El hechicero - Набоков Владимир Владимирович 2 стр.


A su izquierda estaba sentada una anciana, morena y enlutada, de frente enrojecida; a su derecha, una mujer de lacio pelo de un rubio deslucido se encontraba muy atareada con su labor de calceta. Mecánicamente, mientras su mirada seguía el revoloteo de los niños en el colorido reverbero, y pensaba de paso en otras cosas —el trabajo que le ocupaba en ese momento, la forma atractiva de su nuevo calzado—, vio por casualidad, junto al tacón de uno de sus zapatos, una gran moneda de níquel cuyo relieve estaba parcialmente borrado por el roce con la gravilla. La recogió. La mostachuda mujer de su izquierda no respondió a su lógica pregunta; la incolora de su derecha dijo:

Guárdesela.
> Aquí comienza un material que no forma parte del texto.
/** One index of the fake: documents in slots, a minisearch text index, and facet lookups. */
import MiniSearch from 'minisearch';
import { Bitset } from './bitset';
import { badRequest } from './errors';
import { FacetIndex } from './facets';
import { covers, valueAtPath, valuesAtPath } from './paths';
import { MatchCache, type KeptMatch } from './ranking';
import { applySettingsPatch, defaultSettings, type IndexSettings } from './settings';
import { runTextSearch, typoBudget } from './text';

export type Document = Record<string, unknown>;

/** What a document sorts by for one attribute: a number or string, or undefined (sorts last). */
export type SortKey = number | string | undefined;

/** Numbers and strings sort as themselves, booleans as text; anything else (a list, an object, nothing) has no key. */
function sortKeyOf(value: unknown): SortKey {
  if (typeof value === 'number' || typeof value === 'string') return value;
  if (typeof value === 'boolean') return String(value);
  return undefined;
}

interface TextEntry {
  slot: number;
  doc: Document;
}

/** Catch-all text field used while searchableAttributes is `["*"]`. */
const ALL_FIELDS = '_all';

export interface TextFields {
  index: MiniSearch<TextEntry>;
  /** The searched fields, in attribute order (earlier ones rank first). */
  fields: string[];
}

/** How many queries' matches an index keeps (ranking.ts), how many matched documents in all, and from what size. */
const KEPT_QUERIES = 64;
const KEPT_MATCHED_SLOTS = 250_000;
const KEEP_FROM_MATCHES = 500;

export interface FakeIndexOptions {
  /** Keep a query's matches when it is asked again after matching this many candidates (500). */
  keepMatchesFrom?: number;
}

function createTextIndex(fields: string[]): MiniSearch<TextEntry> {
  return new MiniSearch<TextEntry>({
    idField: 'slot',
    fields,
    storeFields: [],
    extractField: (entry, field) => {
      if (field === 'slot') return entry.slot as unknown as string;
      return field === ALL_FIELDS ? textOf(entry.doc) : textOf(valuesAtPath(entry.doc, field));
    },
    processTerm,
  });
}

/** Lower case and strip diacritics, so "Mittelfrüh" and "mittelfruh" meet. */
export function processTerm(term: string): string {
  return term.normalize('NFD').replace(/\p{M}/gu, '').toLowerCase();
}

function textOf(value: unknown): string {
  if (value === null || value === undefined) return '';
  if (Array.isArray(value)) return value.map(textOf).join(' ');
  if (typeof value === 'object') return Object.values(value).map(textOf).join(' ');
  return String(value);
}

const DOCUMENT_ID = /^[a-zA-Z0-9_-]{1,511}$/;

/** The engine accepts integer or `[a-zA-Z0-9_-]` string ids and compares them as strings. */
export function documentKey(id: unknown): string | null {
  if (typeof id === 'number' && Number.isInteger(id) && id >= 0) return String(id);
  if (typeof id === 'string' && DOCUMENT_ID.test(id)) return id;
  return null;
}

export class FakeIndex {
  primaryKey: string | null;
  readonly createdAt = new Date();
  updatedAt = new Date();
  settings: IndexSettings = defaultSettings();
  private readonly slots: Array<Document | undefined> = [];
  private readonly slotByKey = new Map<string, number>();
  private facets = new Map<string, FacetIndex>();
  private text: MiniSearch<TextEntry>;
  private textFields: string[] = [ALL_FIELDS];
  private live: Bitset | null = null;
  /** Per sortable attribute asked for, each slot's sort key; kept up to date by writes. */
  private sortKeyLists = new Map<string, SortKey[]>();
  /** Recent queries' matches over the whole index, brought up to date by every write. */
  private readonly matches: MatchCache<MiniSearch<TextEntry>>;
  /** A text index over other fields than the settings' (for `attributesToSearchOn`), kept until a write. */
  private restricted: { key: string; text: TextFields } | null = null;

  constructor(
    public uid: string,
    primaryKey: string | null,
    options: FakeIndexOptions = {},
  ) {
    this.primaryKey = primaryKey;
    this.matches = new MatchCache(
      runTextSearch,
      KEPT_QUERIES,
      KEPT_MATCHED_SLOTS,
      options.keepMatchesFrom ?? KEEP_FROM_MATCHES,
    );
    this.text = this.createTextIndex();
  }

  /** Renames the index in place (the engine's PATCH with a new `uid`); documents and settings stay. */
  rename(uid: string): void {
    this.uid = uid;
    this.updatedAt = new Date();
  }

  get capacity(): number {
    return this.slots.length;
  }

  get documentCount(): number {
    return this.slotByKey.size;
  }

  /**
   * The text index to search and its weighted fields: the settings' own, or, for `attributesToSearchOn`,
   * the same fields narrowed to `only` (a separate index when they are not fields of the main one).
   */
  textFor(only: string[] | null): TextFields {
    if (!only) return { index: this.text, fields: this.textFields };
    if (only.every((field) => this.textFields.includes(field))) {
      const fields = this.textFields.filter((field) => only.includes(field));
      return { index: this.text, fields };
    }
    const key = JSON.stringify(only);
    if (this.restricted?.key !== key) {
      const index = createTextIndex(only);
      for (const slot of this.slotByKey.values()) index.add({ slot, doc: this.slots[slot] as Document });
      this.restricted = { key, text: { index, fields: only } };
    }
    return this.restricted.text;
  }

  document(slot: number): Document | undefined {
    return this.slots[slot];
  }

  slotOf(id: string): number | undefined {
    return this.slotByKey.get(id);
  }

  /** The lookup for a filterable attribute or nested path, built from the documents on first use. */
  facet(attribute: string): FacetIndex | undefined {
    let facet = this.facets.get(attribute);
    if (!facet && this.isFilterable(attribute)) {
      facet = new FacetIndex();
      for (const slot of this.slotByKey.values()) facet.add(slot, valueAtPath(this.slots[slot] as Document, attribute));
      this.facets.set(attribute, facet);
    }
    return facet;
  }

  /**
   * Drops the kept query matches: before a large batch of writes, which would otherwise bring each
   * kept query up to date one document at a time; the next queries start afresh.
   */
  forgetKeptMatches(): void {
    this.matches.clear();
  }

  /**
   * Every document matching `terms` in the fields searched (all of them, or `only`) that
   * `candidates` admits, best first; shared, so read only.
   */
  textMatch(terms: string[], only: string[] | null, candidates: ((slot: number) => boolean) | null): KeptMatch {
    const { index, fields } = this.textFor(only);
    const shape = { terms, fields, typos: typoBudget(this.settings), rankingRules: this.settings.rankingRules };
    return this.matches.get(shape, index, candidates);
  }

  /**
   * Each slot's sort key for `attribute`, read from the documents on first use and then kept by
   * every write, so sorting compares array entries instead of walking documents. Shared: callers
   * must not change it.
   */
  sortKeys(attribute: string): readonly SortKey[] {
    let keys = this.sortKeyLists.get(attribute);
    if (!keys) {
      keys = [];
      for (const slot of this.slotByKey.values())
        keys[slot] = sortKeyOf(valueAtPath(this.slots[slot] as Document, attribute));
      this.sortKeyLists.set(attribute, keys);
    }
    return keys;
  }

  /** Slots holding a document; shared between calls, so callers must not change it. */
  liveSlots(): Bitset {
    this.live ??= Bitset.fromIterable(this.capacity, this.slotByKey.values());
    return this.live;
  }

  allDocuments(): Document[] {
    return [...this.slotByKey.values()].map((slot) => this.slots[slot] as Document);
  }

  fieldDistribution(): Record<string, number> {
    const counts: Record<string, number> = {};
    for (const doc of this.allDocuments()) for (const key of Object.keys(doc)) counts[key] = (counts[key] ?? 0) + 1;
    return counts;
  }

  /** Stores a document under its primary key value, replacing any earlier one in the same slot. */
  put(key: string, doc: Document): void {
    const existing = this.slotByKey.get(key);
    if (existing !== undefined) this.unindex(existing);
    const slot = existing ?? this.slots.length;
    this.slots[slot] = doc;
    this.slotByKey.set(key, slot);
    this.live = null;
    this.index(slot, doc);
    this.updatedAt = new Date();
  }

  delete(key: string): boolean {
    const slot = this.slotByKey.get(key);
    if (slot === undefined) return false;
    this.unindex(slot);
    this.slots[slot] = undefined;
    this.slotByKey.delete(key);
    this.live = null;
    this.updatedAt = new Date();
    return true;
  }

  clear(): number {
    const removed = this.documentCount;
    this.slots.length = 0;
    this.slotByKey.clear();
    this.live = null;
    this.rebuild();
    return removed;
  }

  updateSettings(patch: Partial<IndexSettings>): void {
    this.settings = applySettingsPatch(this.settings, patch);
    this.rebuild();
    this.updatedAt = new Date();
  }

  /** Whether `attribute` (or a parent of it) may be used in filters and facets. */
  isFilterable(attribute: string): boolean {
    return covers(this.settings.filterableAttributes, attribute);
  }

  isSortable(attribute: string): boolean {
    return covers(this.settings.sortableAttributes, attribute);
  }

  isSearchable(attribute: string): boolean {
    return covers(this.settings.searchableAttributes, attribute);
  }

  private createTextIndex(): MiniSearch<TextEntry> {
    const searchable = this.settings.searchableAttributes;
    this.textFields = searchable.includes('*') ? [ALL_FIELDS] : [...searchable];
    return createTextIndex(this.textFields);
  }

  /** Declared filterable attributes get their lookups at once; nested paths and `*` fields on first use. */
  private index(slot: number, doc: Document): void {
    for (const attribute of this.settings.filterableAttributes) {
      if (attribute !== '*' && !this.facets.has(attribute)) this.facets.set(attribute, new FacetIndex());
    }
    for (const [attribute, facet] of this.facets) facet.add(slot, valueAtPath(doc, attribute));
    for (const [attribute, keys] of this.sortKeyLists) keys[slot] = sortKeyOf(valueAtPath(doc, attribute));
    this.text.add({ slot, doc });
    this.restricted = null;
    const alone = new Map<string, MiniSearch<TextEntry>>();
    this.matches.add(slot, (fields) => {
      const key = JSON.stringify(fields);
      let one = alone.get(key);
      if (!one) {
        one = createTextIndex(fields);
        one.add({ slot, doc });
        alone.set(key, one);
      }
      return one;
    });
  }

  private unindex(slot: number): void {
    if (!this.slots[slot]) return;
    for (const facet of this.facets.values()) facet.remove(slot);
    for (const keys of this.sortKeyLists.values()) keys[slot] = undefined;
    this.text.discard(slot);
    this.matches.remove(slot);
    this.restricted = null;
  }

  private rebuild(): void {
    this.facets = new Map();
    this.sortKeyLists = new Map();
    this.matches.clear();
    this.restricted = null;
    this.text = this.createTextIndex();
    for (const slot of this.slotByKey.values()) this.index(slot, this.slots[slot] as Document);
  }
}

/** Picks the primary key the way the engine infers it: the one attribute whose name ends in "id". */
export function inferPrimaryKey(doc: Document): string {
  const candidates = Object.keys(doc).filter((key) => key.toLowerCase().endsWith('id'));
  if (candidates.length === 1) return candidates[0];
  if (candidates.length === 0) {
    throw badRequest(
      'index_primary_key_no_candidate_found',
      'The primary key inference failed as the engine did not find any field ending with `id` in its name. Please specify the primary key manually using the `primaryKey` query parameter.',
    );
  }
  throw badRequest(
    'index_primary_key_multiple_candidates_found',
    `The primary key inference failed as the engine found ${candidates.length} fields ending with \`id\` in their names: '${candidates.join("' and '")}'. Please specify the primary key manually using the \`primaryKey\` query parameter.`,
  );
}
En días impares trae suerte.

¿Por qué solamente en días impares?

Eso dice la gente en mi tierra, en...

Nombró un pueblo en el que él había admirado antaño la ornamentada arquitectura de una diminuta iglesia negra.

—Vivimos al otro lado del río. Hay muchos huertos en toda la ladera, es un sitio encantador, sin polvo ni ruido...

Una charlatana, pensó él; parece que tendré que irme.

Y en este momento se alza el telón.

Una niña de doce años (sus cálculos jamás fallaban), vestida de violeta, caminaba rápida y firmemente sobre unos patines que, más que deslizarse por la gravilla, la machacaban a medida que ella iba alzándolos y dejándolos caer con pasitos japoneses, que la dirigían hacia su banco a través del variable azar del sol. Subsecuentemente (y hasta el final de todo lo que siguió), le pareció que desde el principio, a partir de aquel momento mismo, había sabido valorar a la niña de pies a cabeza: la viveza de sus rizos rojizos (recientemente cortados); el brillo de sus grandes y ligeramente vacuos ojos, que, sin saber por qué, le recordaron la piel translúcida de la grosella; su tez alegre y cálida; sus labios rosados, ligeramente entreabiertos, por donde asomaban un par de grandes incisivos apoyados apenas en la protuberancia del labio inferior; el color veraniego de sus brazos desnudos, con brillante vello rojizo en los antebrazos; la apenas insinuada blandura de su todavía estrecho pero ya no completamente plano pecho; la oscilación de los pliegues de su falda con sus concavidades sucintas y suaves; la delgadez y el brillo de sus desaseadas piernas; las toscas correas de los patines.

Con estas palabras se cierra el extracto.